是的,之前青归以灵果木桶作为攻击手段,就想狠狠砸唐江生那张脸,可却在非常近的距离尽数消失——这并不是什么神通术法,而是小白自发将那些灵果木桶全部收纳,它可不想自家主人因此受伤。
是故唐江生就算动也没动,按照小白的储藏量,青归的灵果攻击也奈何其不得,他也终于能顺势从青归口中取回那两个特殊的木桶。
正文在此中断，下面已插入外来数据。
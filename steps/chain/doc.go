// Package chain holds samples of a posterior and says how far they can be
// trusted.
//
// Draws are what Markov chains give: every draw counts the same, but a draw is
// like the one before it. Weighted draws are what importance and nested sampling
// give: they are independent, or nearly so, but count differently. Both are
// summarised by the same table of intervals ([Summary]).
//
// Two questions are asked of chains. Have they met, or does each still tell of
// its own start? R-hat compares the scatter between chains with that within
// ([RHat]). And how many independent draws are they worth? That is the effective
// sample size, of the bulk and of the tails ([BulkESS], [TailESS]), from which
// the Monte-Carlo errors of a mean or an interval's end follow ([MeanError],
// [QuantileError]). Of weights one asks whether their variance is finite: the
// Pareto k-hat says so ([ParetoSmooth]).
//
// [Checks] and [ImportanceChecks] hold these numbers against the limits of the
// papers: R-hat at most 1.01 and effective sample sizes of at least 400 (Vehtari,
// Gelman, Simpson, Carpenter & Bürkner 2021), no divergences, an energy fraction
// of at least 0.3 (Betancourt 2016; the limit is common practice, no source),
// and k-hat at most 0.7, less for fewer than 2154 draws (Vehtari, Simpson,
// Gelman, Yao & Gabry 2024).
//
// The functions that take a column, x, want the draws of one quantity chain
// after chain: x[c*n+i] is draw i of chain c, of chains of n draws.
package chain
“好久不见啊,四哥、五姐。”随着两个圆木桶在唐江生眼前分崩离析,唐江生从藤蔓吊床上跳下,将两张本命符纸分别贴在风若许跟忆如玉的额头,而后催动修为,将本命符纸中蕴藏的精粹灵力导入二人体内——受此刺激,两双陌生又熟悉的瞳孔于此刻再次睁开。
“原来是……小六子呀。”五姐忆如玉的语调听上去略有一丝遗憾,不过这并不奇怪,分别良久,重新开眼看世界的第一眼自然是希望瞧见自己最在乎的人,而对忆如玉来说,无疑是其身边的男子。
“这么快就逃出虞山后山了吗?感觉就睡了一觉似的。”四哥风若许一边揉捏着后脑的脖颈,一边观察周围的地貌幻境,倒是没有表现出与忆如玉相同等级的欢悦,“没有瞅见那条白江,这里应该并非虞山前山……小六子,这是哪儿啊?大哥、二姐、三哥呢?你小子怎么一副郁郁寡欢的样子?谁欺负你了?哎哟喂!如玉你踩我干嘛!”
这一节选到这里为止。